The client can transfer to a third party his action on the basis of the contractual guarantee

by gmorales on 7 October 2016 | Category: Public markets
Le maître d’ouvrage peut transférer à un tiers son action sur le fondement de la garantie contractuelle Le maître d’ouvrage peut transférer à un tiers son action sur le fondement de la garantie contractuelle

State Council, October 7, 2016, Société Lyonnaise des Eaux France, No. 392351

The urban community of Bordeaux (CUB) had entrusted Lyonnaise des Eaux with a project management mission for the renovation of a collector of the sewerage network, this company also operating the sewerage network within the framework of a leasing contract. The CUB has also entrusted the execution of the works to a group of companies. Following the appearance of disorders, the Lyonnaise des Eaux has requested the conviction of the companies that carried out the work to compensate for the damage related to these disorders under the ten-year responsibility of the manufacturers, on the one hand, and the guarantee contractual, on the other hand.

Rule n ° 1: Defects appearing after the reception, but of the same nature as those appeared during the works, are apparent defects and can not give place to the implementation of the ten-year guarantee

Concerning the challenge under the decennial liability of the manufacturers, it will be recalled that it applies to hidden defects and not to apparent defects.
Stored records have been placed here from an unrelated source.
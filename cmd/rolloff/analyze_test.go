package main

import (
	"bytes"
	"encoding/json"
	"errors"
	"os"
	"path/filepath"
	"strings"
	"testing"
)

// The inputs are the SciPy reference tables (testdata/scipy, made by
// make_tables.py with scipy.signal.freqs and scipy.optimize.brentq).
func scipyCSV(name string) string { return filepath.Join("..", "..", "testdata", "scipy", name+".csv") }

func TestAnalyzeCommand(t *testing.T) {
	var out, errb bytes.Buffer
	if err := analyzeMain(&out, &errb, []string{scipyCSV("bessel_lp4"), "--json", "--ref-hz", "10"}); err != nil {
		t.Fatal(err, errb.String())
	}
	var res map[string]any
	if err := json.Unmarshal(out.Bytes(), &res); err != nil {
		t.Fatal(err)
	}
	// SciPy: bessel(4, norm='mag') is −3.0103 dB at 2870.0147 Hz.
	if h, ok := res["high_hz"].(float64); !ok || h < 2869 || h > 2871 || res["low_hz"] != nil {
		t.Errorf("high_hz %v low_hz %v", res["high_hz"], res["low_hz"])
	}

	dir := t.TempDir()
	mask := filepath.Join(dir, "m.toml")
	os.WriteFile(mask, []byte("relative = true\nupper = [[20, 0.5], [1000, 0.5]]\nlower = [[20, -1], [1000, -1]]\n"), 0o644)
	out.Reset()
	err := analyzeMain(&out, &errb, []string{"--mask", mask, scipyCSV("butter_lp3"), scipyCSV("cheby1_lp4"), "--ref-hz", "10"})
	var ee *exitError
	if !errors.As(err, &ee) || ee.code != exitMaskFailed {
		t.Fatalf("mask failure: %v", err)
	}
	if !strings.Contains(out.String(), "mask:         PASS") || !strings.Contains(out.String(), "mask:         FAIL") || !strings.Contains(out.String(), "2 runs, 1 failed") {
		t.Errorf("report:\n%s", out.String())
	}
	for _, bad := range [][]string{{}, {scipyCSV("bessel_lp4"), "--level", "2"}, {scipyCSV("bessel_lp4"), "--ref", "max", "--ref-hz", "10"}, {scipyCSV("bessel_lp4"), "--band", "3"}} {
		if err := analyzeMain(&out, &errb, bad); err == nil {
			t.Errorf("%v: no error", bad)
		}
	}
}

func TestPlotCommand(t *testing.T) {
	dir := t.TempDir()
	var errb bytes.Buffer
	for _, args := range [][]string{
		{scipyCSV("butter_bp2"), "-o", filepath.Join(dir, "a.png")},
		{scipyCSV("butter_lp3"), scipyCSV("bessel_lp4"), "-o", filepath.Join(dir, "b.svg"), "--ref", "max"},
		{"--diff", scipyCSV("butter_lp3"), scipyCSV("bessel_lp4"), "-o", filepath.Join(dir, "c.pdf"), "--ref-hz", "100"},
	} {
		if err := plotMain(&errb, args); err != nil {
			t.Fatalf("%v: %v", args, err)
		}
	}
	for name, magic := range map[string]string{"a.png": "\x89PNG", "b.svg": "<?xml", "c.pdf": "%PDF"} {
		b, err := os.ReadFile(filepath.Join(dir, name))
		if err != nil || !bytes.HasPrefix(b, []byte(magic)) {
			t.Errorf("%s: %v", name, err)
		}
	}
	if err := plotMain(&errb, []string{scipyCSV("butter_bp2"), "-o", filepath.Join(dir, "x.gif")}); err == nil {
		t.Errorf("gif accepted")
	}
	if err := plotMain(&errb, []string{"--diff", scipyCSV("butter_bp2"), "-o", filepath.Join(dir, "x.png")}); err == nil {
		t.Errorf("--diff with one input accepted")
	}
}
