package main

import (
	"context"
	"errors"
	"flag"
	"fmt"
	"io"
	"os"
	"path/filepath"
	"strings"
	"time"

	"rolloff/driver"
	"rolloff/driver/profile"
	"rolloff/driver/scpi"
	"rolloff/driver/transport"
	"rolloff/driver/transport/replay"
)

func init() {
	register(&command{
		name:    "probe",
		summary: "identify an instrument at an address and read its error queue",
		run:     runProbe,
	})
}

// probeOptions are the settings of one probe.
type probeOptions struct {
	address   string
	timeout   time.Duration
	writeTerm string
	readTerm  string
	// record, when set, is the file the session's transcript is written
	// to, in the replay format (driver/transport/replay).
	record string
	// profile, when set, is an instrument profile to check the
	// instrument against (as `rolloff check` does for a bench).
	profile string
}

// runProbe parses the probe command line: one address, flags before or
// after it.
func runProbe(ctx context.Context, env *cmdEnv, args []string) error {
	fs := flag.NewFlagSet("probe", flag.ContinueOnError)
	fs.SetOutput(env.stderr)
	timeout := fs.Duration("timeout", transport.DefaultTimeout, "how long to wait for the connection and for each answer")
	writeTerm := fs.String("write-term", `\n`, `terminator appended to each command: \n, \r\n or \r`)
	readTerm := fs.String("read-term", `\n`, `terminator ending each response: \n, \r\n or \r`)
	record := fs.String("record", "", "write the session's transcript to this file, in the replay format (for a bug report or a test)")
	profilePath := fs.String("profile", "", "check the instrument against this profile: every key once, output off (never on)")
	fs.Usage = func() {
		fmt.Fprintf(env.stderr, "usage: rolloff probe ADDRESS [--timeout 2s] [--write-term \\n] [--read-term \\n] [--record FILE] [--profile FILE]\n\n"+
			"Connects to the instrument at ADDRESS, prints its *IDN? fields and drains its\n"+
			"error queue (SYST:ERR?). ADDRESS is one of\n"+
			"  tcp://host[:port]                (LAN raw socket, port 5025 by default)\n"+
			"  serial:///dev/ttyUSB0?baud=115200&bits=8&parity=none&stop=1&flow=none\n"+
			"  usbtmc:///dev/usbtmc0            (Linux USBTMC device)\n\n")
		fs.PrintDefaults()
	}
	var pos []string
	rest := args
	for {
		if err := fs.Parse(rest); err != nil {
			if errors.Is(err, flag.ErrHelp) {
				return err
			}
			return &exitError{code: 2, err: err}
		}
		if fs.NArg() == 0 {
			break
		}
		pos = append(pos, fs.Arg(0))
		rest = fs.Args()[1:]
	}
	if len(pos) != 1 {
		fs.Usage()
		return &exitError{code: 2, err: fmt.Errorf("want exactly one ADDRESS, got %d argument(s)", len(pos))}
	}
	if *timeout <= 0 {
		return &exitError{code: 2, err: fmt.Errorf("--timeout %v: allowed > 0, e.g. 2s or 500ms", *timeout)}
	}
	opts := probeOptions{address: pos[0], timeout: *timeout, record: *record, profile: *profilePath}
	var err error
	if opts.writeTerm, err = probeTerm("--write-term", *writeTerm); err != nil {
		return &exitError{code: 2, err: err}
	}
	if opts.readTerm, err = probeTerm("--read-term", *readTerm); err != nil {
		return &exitError{code: 2, err: err}
	}
	return probeMain(ctx, env.stdout, opts)
}

// probeTerm reads a terminator flag written with escapes (\n, \r) or as
// the characters themselves.
func probeTerm(flagName, v string) (string, error) {
	s := strings.NewReplacer(`\r`, "\r", `\n`, "\n").Replace(v)
	if s == "" || len(s) > 2 || strings.Trim(s, "\r\n") != "" {
		return "", fmt.Errorf(`%s %q: allowed \n, \r\n, \r or \n\r`, flagName, v)
	}
	return s, nil
}

// probeMain identifies the instrument and prints its error queue, or
// with a profile checks the instrument against it; with record it writes
// the session's transcript. Its errors name the address, the transport
// and the time-out.
func probeMain(ctx context.Context, w io.Writer, o probeOptions) (err error) {
	addr, err := transport.ParseAddress(o.address)
	if err != nil {
		return &exitError{code: 2, err: err}
	}
	var prof any
	topts := transport.Opts{WriteTerm: o.writeTerm, ReadTerm: o.readTerm, Timeout: o.timeout}
	sopts := &scpi.Opts{QueryTimeout: o.timeout}
	if o.profile != "" {
		data, rerr := os.ReadFile(o.profile)
		if rerr != nil {
			return &exitError{code: 2, err: fmt.Errorf("--profile: %w", rerr)}
		}
		if prof, err = profile.Decode(o.profile, data); err != nil {
			return &exitError{code: 2, err: err}
		}
		f, d, r := profileDialect(prof)
		topts = transport.Opts{WriteTerm: f.WriteTerm(), ReadTerm: f.ReadTerm(), Timeout: f.QueryTimeout()}
		sopts = profile.SessionOpts(f, d, r)
	}
	where := fmt.Sprintf("%s (%s transport, time-out %v)", o.address, addr.Scheme, topts.Timeout)
	octx, cancel := context.WithTimeout(ctx, o.timeout)
	defer cancel()
	conn, err := transport.OpenAddress(octx, addr, topts)
	if err != nil {
		return fmt.Errorf("%s: cannot connect: %w", where, err)
	}
	if o.record != "" {
		rec := replay.NewRecorder(conn)
		conn = rec
		defer func() {
			heading := fmt.Sprintf("rolloff probe %s", addr)
			if o.profile != "" {
				heading += " --profile " + filepath.Base(o.profile)
			}
			if serr := rec.Transcript().Save(o.record, heading); serr != nil && err == nil {
				err = fmt.Errorf("--record %s: %w", o.record, serr)
			}
		}()
	}
	s := scpi.New(conn, sopts)
	defer s.Close()
	if prof != nil {
		return probeProfile(ctx, w, s, prof)
	}

	id, err := s.Identify(ctx)
	if err != nil {
		return fmt.Errorf("%s: no valid answer to *IDN?: %w", where, err)
	}
	fmt.Fprintf(w, "address:      %s\n", addr)
	fmt.Fprintf(w, "transport:    %s\n", addr.Scheme)
	fmt.Fprintf(w, "manufacturer: %s\n", id.Manufacturer)
	fmt.Fprintf(w, "model:        %s\n", id.Model)
	fmt.Fprintf(w, "serial:       %s\n", id.Serial)
	fmt.Fprintf(w, "firmware:     %s\n", id.Firmware)
	errs, err := s.DrainErrors(ctx)
	for _, e := range errs {
		fmt.Fprintf(w, "error:        %d %s (%s)\n", e.Code, scpi.QuoteString(e.Message), e.Class())
	}
	if err != nil {
		return fmt.Errorf("%s: reading the error queue (SYST:ERR?): %w", where, err)
	}
	if len(errs) == 0 {
		fmt.Fprintf(w, "error queue:  empty\n")
	} else {
		fmt.Fprintf(w, "error queue:  %d entr%s read, now empty\n", len(errs), map[bool]string{true: "y", false: "ies"}[len(errs) == 1])
	}
	return nil
}

// profileDialect returns the framing, dialect and response table of a
// decoded SCPI profile.
func profileDialect(p any) (profile.Framing, profile.Dialect, profile.Response) {
	switch x := p.(type) {
	case *profile.Generator:
		return x.Framing, x.Dialect, x.Response
	case *profile.DMM:
		return x.Framing, x.Dialect, x.Response
	case *profile.Switch:
		return x.Framing, x.Dialect, x.Response
	}
	return profile.Framing{}, profile.Dialect{}, profile.Response{}
}

// probeProfile checks one instrument against its profile, as `rolloff
// check` checks a bench: a DMM on each of its ranges and integration
// times, a generator with its output off and never switched on.
func probeProfile(ctx context.Context, w io.Writer, s *scpi.Session, p any) error {
	_, d, _ := profileDialect(p)
	check := func(checkErrors bool) *checker {
		return &checker{sess: s, check: checkErrors && s.HasErrorQuery(), nf: d.NumberFormat()}
	}
	var c *checker
	switch x := p.(type) {
	case *profile.Generator:
		c = check(x.Commands.CheckErrors)
		c.role = "generator"
		if c.identify(ctx, x.Identity) {
			checkGenerator(ctx, c, x, driver.GeneratorLimits{})
		}
	case *profile.DMM:
		c = check(x.CheckErrors)
		c.role = "dmm"
		if c.identify(ctx, x.Identity) {
			var uses []meterUse
			for _, r := range x.DC.RangesV {
				uses = append(uses, meterUse{rangeV: r})
			}
			top := x.DC.RangesV[len(x.DC.RangesV)-1]
			for _, n := range x.DC.NPLC {
				uses = append(uses, meterUse{rangeV: top, aperture: driver.Aperture{NPLC: n}})
			}
			checkMeter(ctx, c, x, false, uses)
			if ac := x.AC; ac != nil {
				var acUses []meterUse
				for _, r := range ac.RangesVrms {
					acUses = append(acUses, meterUse{rangeV: r})
				}
				checkMeter(ctx, c, x, true, acUses)
			}
		}
	case *profile.Switch:
		c = check(x.CheckErrors)
		c.role = "switch"
		if c.identify(ctx, x.Identity) {
			c.clear(ctx, x.Dialect)
			for _, sq := range seqOf("commands.init", x.T.Init) {
				c.run(ctx, sq.Key(), sq, false)
			}
			c.run(ctx, "commands.open_all", x.T.OpenAll, false)
			c.opc(ctx, x.Dialect)
		}
	default:
		return &exitError{code: 2, err: fmt.Errorf("--profile: a %T profile has no SCPI instrument to check", p)}
	}
	return printCheck(w, c.lines)
}
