package web

import (
	"context"
	"errors"
	"fmt"
	"net"
	"net/http"
	"net/netip"
	"sync"
	"sync/atomic"
	"time"

	"github.com/gorilla/websocket"
	"github.com/rs/zerolog"

	"rolloff/sweep/event"
	"rolloff/sweep/queue"
	"rolloff/web/guard"
	"rolloff/web/hub"
)

// DefaultAddr is the address the daemon listens on by default.
const DefaultAddr = "127.0.0.1:8470"

// Server timeouts.
const (
	ReadHeaderTimeout = 5 * time.Second
	ReadTimeout       = 30 * time.Second
	WriteTimeout      = 60 * time.Second // not applied to the websocket
	IdleTimeout       = 120 * time.Second
	// ShutdownTimeout bounds the whole shutdown.
	ShutdownTimeout = 4500 * time.Millisecond
)

// Server is the daemon's HTTP server for one bench.
type Server struct {
	cfg   Config
	log   zerolog.Logger
	be    backend
	guard *guard.Guard
	hub   *hub.Hub
	queue *queue.Queue
	ln    net.Listener
	http  *http.Server
	url   string
	once  string

	upgrader websocket.Upgrader

	closeOnce sync.Once
	serving   atomic.Bool
	ctx       context.Context
	cancel    context.CancelFunc
}

// newServer builds a server on be; New (bridge.go) supplies the real one.
func newServer(cfg Config, be backend) (*Server, error) {
	if cfg.Addr == "" {
		cfg.Addr = DefaultAddr
	}
	host, _, err := net.SplitHostPort(cfg.Addr)
	if err != nil {
		return nil, fmt.Errorf("web: --addr %q: want host:port, e.g. %s: %w", cfg.Addr, DefaultAddr, err)
	}
	if cfg.Token != "" && !guard.ValidToken(cfg.Token) {
		return nil, fmt.Errorf("web: --token: want 16..256 characters of A-Z a-z 0-9 . _ ~ -")
	}
	if !guard.IsLoopback(host) && cfg.Token == "" {
		cfg.Token = guard.NewToken()
	}
	ln := cfg.Listener
	if ln == nil {
		ln, err = net.Listen("tcp", cfg.Addr)
		if err != nil {
			return nil, fmt.Errorf("web: listen on %s: %w", cfg.Addr, err)
		}
	}
	addr := ln.Addr().String()
	g, err := guard.New(guard.Config{Addr: addr, Token: cfg.Token, MaxBodyBytes: cfg.MaxBodyBytes})
	if err != nil {
		ln.Close()
		return nil, fmt.Errorf("web: %w", err)
	}
	s := &Server{cfg: cfg, log: cfg.Log, be: be, guard: g, ln: ln}
	s.ctx, s.cancel = context.WithCancel(context.Background())
	s.url = "http://" + addr + "/"
	if h, port, err := net.SplitHostPort(addr); err == nil {
		if a, err := netip.ParseAddr(h); err == nil && a.IsUnspecified() {
			// Listening on every interface: the address to open here.
			s.url = "http://" + net.JoinHostPort("127.0.0.1", port) + "/"
		}
	}
	if g.TokenRequired() {
		s.once = g.NewOnce()
	}
	hopts := cfg.Hub
	hopts.Log = cfg.Log
	s.hub = hub.New(hopts)
	s.upgrader = websocket.Upgrader{
		HandshakeTimeout: 10 * time.Second,
		ReadBufferSize:   1024,
		WriteBufferSize:  8192,
		Subprotocols:     []string{guard.LiveProtocol},
		CheckOrigin: func(r *http.Request) bool {
			return s.guard.OriginAllowed(r.Header.Get("Origin"), r.Host)
		},
		Error: func(w http.ResponseWriter, r *http.Request, status int, reason error) {
			guard.WriteError(w, status, "", reason.Error())
		},
	}
	q, err := queue.New(s.ctx, queue.Options{Backend: be, OnEvent: s.publish, Log: cfg.Log, MaxQueued: cfg.MaxQueued})
	if err != nil {
		ln.Close()
		return nil, fmt.Errorf("web: %w", err)
	}
	s.queue = q
	s.http = &http.Server{
		Handler:           s.Handler(),
		ReadHeaderTimeout: ReadHeaderTimeout,
		ReadTimeout:       ReadTimeout,
		WriteTimeout:      WriteTimeout,
		IdleTimeout:       IdleTimeout,
		MaxHeaderBytes:    64 << 10,
		ErrorLog:          nil,
	}
	return s, nil
}

// URL returns the page's address, http://HOST:PORT/.
func (s *Server) URL() string { return s.url }

// OnceURL returns a one-time address that hands the page the token, or ""
// when no token is required.
func (s *Server) OnceURL() string {
	if s.once == "" {
		return ""
	}
	return s.url + "?once=" + s.once
}

// Token returns the access token, "" when none is required.
func (s *Server) Token() string { return s.guard.Token() }

// Queue returns the server's run queue.
func (s *Server) Queue() *queue.Queue { return s.queue }

// Hub returns the server's websocket hub.
func (s *Server) Hub() *hub.Hub { return s.hub }

// Handler returns the whole HTTP handler: access log, guard, routes.
func (s *Server) Handler() http.Handler {
	return accessLog(s.log, s.guard.Wrap(http.HandlerFunc(s.route)))
}

// Serve serves until ctx is cancelled, then shuts down: generator off,
// the live run stopped and its files synced, websocket clients told and
// closed, connections drained, all within ShutdownTimeout.
func (s *Server) Serve(ctx context.Context) error {
	errc := make(chan error, 1)
	s.serving.Store(true)
	go func() { errc <- s.http.Serve(s.ln) }()
	var serveErr error
	select {
	case <-ctx.Done():
	case serveErr = <-errc:
		if errors.Is(serveErr, http.ErrServerClosed) {
			serveErr = nil
		}
	}
	err := s.shutdown()
	if serveErr != nil {
		return fmt.Errorf("web: serve: %w", serveErr)
	}
	return err
}

// Close shuts the server down as Serve does on cancellation.
func (s *Server) Close() error { return s.shutdown() }

func (s *Server) shutdown() error {
	var errs []error
	s.closeOnce.Do(func() {
		start := time.Now()
		ctx, cancel := context.WithTimeout(context.Background(), ShutdownTimeout)
		defer cancel()
		if err := s.be.Halt(); err != nil {
			errs = append(errs, fmt.Errorf("generator off: %w", err))
		}
		qctx, qcancel := context.WithTimeout(ctx, ShutdownTimeout*2/3)
		if err := s.queue.Close(qctx); err != nil {
			errs = append(errs, fmt.Errorf("stopping the run: %w", err))
		}
		qcancel()
		if c, ok := s.be.(interface{ closeQueue() }); ok {
			c.closeQueue()
		}
		s.cancel()
		final := hub.NewMessage([]byte(`{"type":"closing","message":"the daemon is shutting down; the run can be resumed when it is back"}`), hub.NoSeq)
		hctx, hcancel := context.WithTimeout(ctx, time.Second)
		if err := s.hub.Close(hctx, final); err != nil {
			errs = append(errs, fmt.Errorf("closing live clients: %w", err))
		}
		hcancel()
		if !s.serving.Load() {
			_ = s.ln.Close() // Shutdown closes only the listeners it serves
		}
		if err := s.http.Shutdown(ctx); err != nil {
			s.http.Close()
			if !errors.Is(err, context.DeadlineExceeded) {
				errs = append(errs, fmt.Errorf("http shutdown: %w", err))
			}
		}
		s.log.Info().Dur("took", time.Since(start)).Msg("web server stopped")
	})
	return errors.Join(errs...)
}

// publish forwards a run's event to its live clients.
func (s *Server) publish(id string, ev event.Event) {
	if s.hub.Clients(id) == 0 {
		return
	}
	data, err := encodeEvent(ev)
	if err != nil {
		s.log.Error().Err(err).Str("run", id).Msg("cannot encode an event")
		return
	}
	seq := hub.NoSeq
	if ev.Type == event.TypePoint && ev.Point != nil {
		seq = ev.Point.Seq
	}
	s.hub.Publish(id, hub.NewMessage(data, seq))
}

// isLoopbackRemote reports whether a request came over loopback.
func isLoopbackRemote(r *http.Request) bool {
	host, _, err := net.SplitHostPort(r.RemoteAddr)
	if err != nil {
		return false
	}
	return guard.IsLoopback(host)
}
However, the Administrative Court of Appeal of Bordeaux had noted that disorders had already appeared during the works and that those appeared after the reception of works were of the same nature and had the same cause. The Court also noted that if repairs had already been made to the collector prior to the acceptance of the works, the doubts as to the technical solutions employed, which were known to the supervisor, did not allow these repairs to be regarded as definitive or even sustainable. She also noted that during the works, the project manager had long researched the nature and causes of the phenomenon. The Court thus retained that at the time of receipt, the defect affecting the work was therefore known to the supervisor who could apprehend the consequences, in all their extent ". The appellate judge therefore considered that these defects had the character of obvious defects at the time of the reception and could thus not lead to a conviction of the companies under the ten-year guarantee. The Council of State, which holds that the Court has supremely appreciated these facts without distortion, validates the reasoning of the Court.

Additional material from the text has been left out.